Lorsque vous bloquez et que l’indécision s’installe :
a. Revenir au moment présent
Faites une courte pause et respirez profondément.
Changez de posture ou de lieu si possible.
Reconnectez-vous à vos sensations physiques : où ressentez-vous la tension, le stress ou l’inconfort ?
b. Identifier les causes et accepter l’inconfort
Repérez ce qui motive vos différentes options : valeurs, peurs, pressions externes…
Acceptez les pensées ou émotions désagréables sans chercher à les supprimer. Elles ne vous définissent pas et ne vous empêchent pas d’agir.
c. Choisir en accord avec vos valeurs
Sélectionnez l’option la plus alignée avec vos valeurs à ce moment précis.
Si des pensées ou des sensations inconfortables persistent, laissez-les exister et continuez malgré elles. Vous êtes sur la bonne voie.
Rappel : il ne s’agit pas de faire le choix parfait, mais de choisir de manière consciente, en accord avec vous-même. Chaque décision devient alors un acte de courage et de clarté.
Pour vous entrainer - Exercice express (2 min)
Pensez à une décision que vous hésitez à prendre.
Quelle valeur serait la plus respectée par ce choix ?
Notez-la, sans chercher à être parfait.
Cet exercice, répété régulièrement, renforce la lucidité intérieure et la confiance dans vos décisions.
Le petit bonus :
Établir ses valeurs aide aussi à lutter contre la procrastination, en renforçant votre motivation intrinsèque… sujet que nous explorerons dans la prochaine capsule !
Sources
Où retrouver des listes de valeurs :
« Liste des valeurs ». (s.d.). LaPsychologiePositive.fr. Récupéré de https://www.lapsychologiepositive.fr/liste-des-valeurs/
Manson, M. (2021).
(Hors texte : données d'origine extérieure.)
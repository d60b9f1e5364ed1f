"""Reference solutions of weighted trend filtering on unequally spaced x.

Solves the dual of
    minimise 1/2 sum_i w_i (y_i - b_i)^2 + lam * ||D(x, k+1) b||_1
    (R. J. Tibshirani, Ann. Statist. 42 (2014), section 6; S.-J. Kim et al., SIAM Review 51 (2009)),
namely the box-constrained least-squares problem
    minimise 1/2 || W^{-1/2} D^T u - W^{1/2} y ||^2  subject to  -lam <= u <= lam,
with scipy.optimize.lsq_linear (method 'bvls', an exact active-set method), and
recovers b = y - W^{-1} D^T u. D is built here independently of the engine,
from the divided-difference formula
    (D(x, k+1) b)_r = k! (x_{r+k+1} - x_r) [x_r, ..., x_{r+k+1}] b,
    [z_0..z_q] f = sum_j f(z_j) / prod_{l != j} (z_j - z_l).
Knots: rows with |u_r| = lam (to 1e-9 relative) and |(D b)_r| > 1e-7 max |D b|.
Run with Debian's /usr/bin/python3 (SciPy 1.10). Writes fixtures/trend_dual_scipy.json.
"""
import json
import math
import numpy as np
import scipy
from scipy.optimize import lsq_linear


def difference_matrix(x, q):
    n = len(x)
    k = q - 1
    D = np.zeros((n - q, n))
    for r in range(n - q):
        z = x[r:r + q + 1]
        for j in range(q + 1):
            den = 1.0
            for l in range(q + 1):
                if l != j:
                    den *= z[j] - z[l]
            D[r, r + j] = math.factorial(k) * (z[-1] - z[0]) / den
    return D


def solve(x, y, w, k, lam):
    D = difference_matrix(x, k + 1)
    A = (D / np.sqrt(w)[None, :]).T  # W^{-1/2} D^T, n x m
    rhs = np.sqrt(w) * y
    res = lsq_linear(A, rhs, bounds=(-lam, lam), method='bvls', tol=1e-15, max_iter=100000)
    u = res.x
    b = y - (D.T @ u) / w
    db = D @ b
    dmax = np.max(np.abs(db)) if len(db) else 0.0
    knots = [int(r) for r in range(len(u)) if abs(abs(u[r]) - lam) <= 1e-9 * lam and abs(db[r]) > 1e-7 * dmax]
    obj = 0.5 * np.sum(w * (y - b) ** 2) + lam * np.sum(np.abs(db))
    dual = float(y @ (D.T @ u) - 0.5 * np.sum((D.T @ u) ** 2 / w))
    return b, u, knots, float(obj), float(obj - dual), res.status


def lambda_max(x, y, w, k):
    D = difference_matrix(x, k + 1)
    Q = D @ np.diag(1.0 / w) @ D.T
    u = np.linalg.solve(Q, D @ y)
    return float(np.max(np.abs(u)))


def signal(t, kind):
    if kind == 'steps':
        return np.where(t < 0.3, 0.0, np.where(t < 0.7, 2.0, 0.5))
    if kind == 'kinks':
        return np.where(t < 0.4, 2 * t, np.where(t < 0.75, 0.8 - 1.5 * (t - 0.4), 0.275 + 3 * (t - 0.75)))
    return np.sin(6 * t) + 0.5 * t * t


rng = np.random.default_rng(20261201)
cases = []
specs = [
    (30, 0, 'steps', False, [0.05, 0.3]),
    (60, 0, 'steps', True, [0.02, 0.2]),
    (40, 1, 'kinks', False, [0.01, 0.1]),
    (80, 1, 'kinks', True, [0.003, 0.05]),
    (50, 2, 'smooth', False, [0.001, 0.05]),
    (70, 2, 'smooth', True, [0.0005, 0.02]),
    (40, 3, 'smooth', True, [0.001, 0.05]),
]
for n, k, kind, weighted, fracs in specs:
    gaps = rng.uniform(0.3, 1.7, n)
    x = np.cumsum(gaps)
    x = 10.0 + 3.0 * x  # x in its own units, not starting at 0
    t = (x - x[0]) / (x[-1] - x[0])
    w = rng.uniform(0.5, 2.0, n) if weighted else np.ones(n)
    y = 100.0 + 20.0 * signal(t, kind) + rng.normal(0.0, 2.0, n) / np.sqrt(w)
    lmax = lambda_max(x, y, w, k)
    for f in fracs:
        lam = f * lmax
        b, u, knots, obj, gap, status = solve(x, y, w, k, lam)
        cases.append({
            'n': n, 'order': k, 'signal': kind, 'weighted': weighted, 'lambdaFraction': f,
            'lambda': lam, 'lambdaMax': lmax,
            'x': x.tolist(), 'y': y.tolist(), 'w': w.tolist(),
            'fitted': b.tolist(), 'dual': u.tolist(), 'knotRows': knots,
            'objective': obj, 'dualityGap': gap, 'lsqStatus': int(status),
        })

out = {
    'source': 'scipy.optimize.lsq_linear (bvls) on the trend-filtering dual; D from the divided-difference formula',
    'generator': 'test/reference/gen_trend.py',
    'scipy': scipy.__version__,
    'numpy': np.__version__,
    'seed': 20261201,
    'parameters': 'x = 10 + 3 * cumsum(U(0.3, 1.7)); y = 100 + 20 * signal + N(0, 2) / sqrt(w); lambda = fraction * lambda_max',
    'cases': cases,
}
with open('fixtures/trend_dual_scipy.json', 'w') as fh:
    json.dump(out, fh, indent=1)
print('wrote', len(cases), 'cases; max gap', max(c['dualityGap'] for c in cases), 'knots', [len(c['knotRows']) for c in cases])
Personal Values: The Foundation of a Fulfilling Life. Récupéré de https://markmanson.net/personal-values
Livre :
Hayes, S. C., & Smith, S. (2019). ACT Made Simple (2ᵉ éd.). New Harbinger Publications.
Publications :
Levin, M. E., Haeger, J. A., Ong, C. W., & Twohig, M. P. (2016). ClearMindWorkshop: An ACT-based intervention tailored for academic procrastination among computing students. Journal of Contextual Behavioral Science, 5(3), 150–156.
Abedi, M. R., et al. (2022). A systematic review on the effectiveness of Acceptance and Commitment Therapy on academic procrastination. Journal of Behavioral Therapy and Experimental Psychiatry, 76, 101728.
Ryan, R. M., & Deci, E. L. (2020). Intrinsic and extrinsic motivation from a self-determination theory perspective: Definitions, theory, practices, and future directions. Contemporary Educational Psychology, 61, 101860.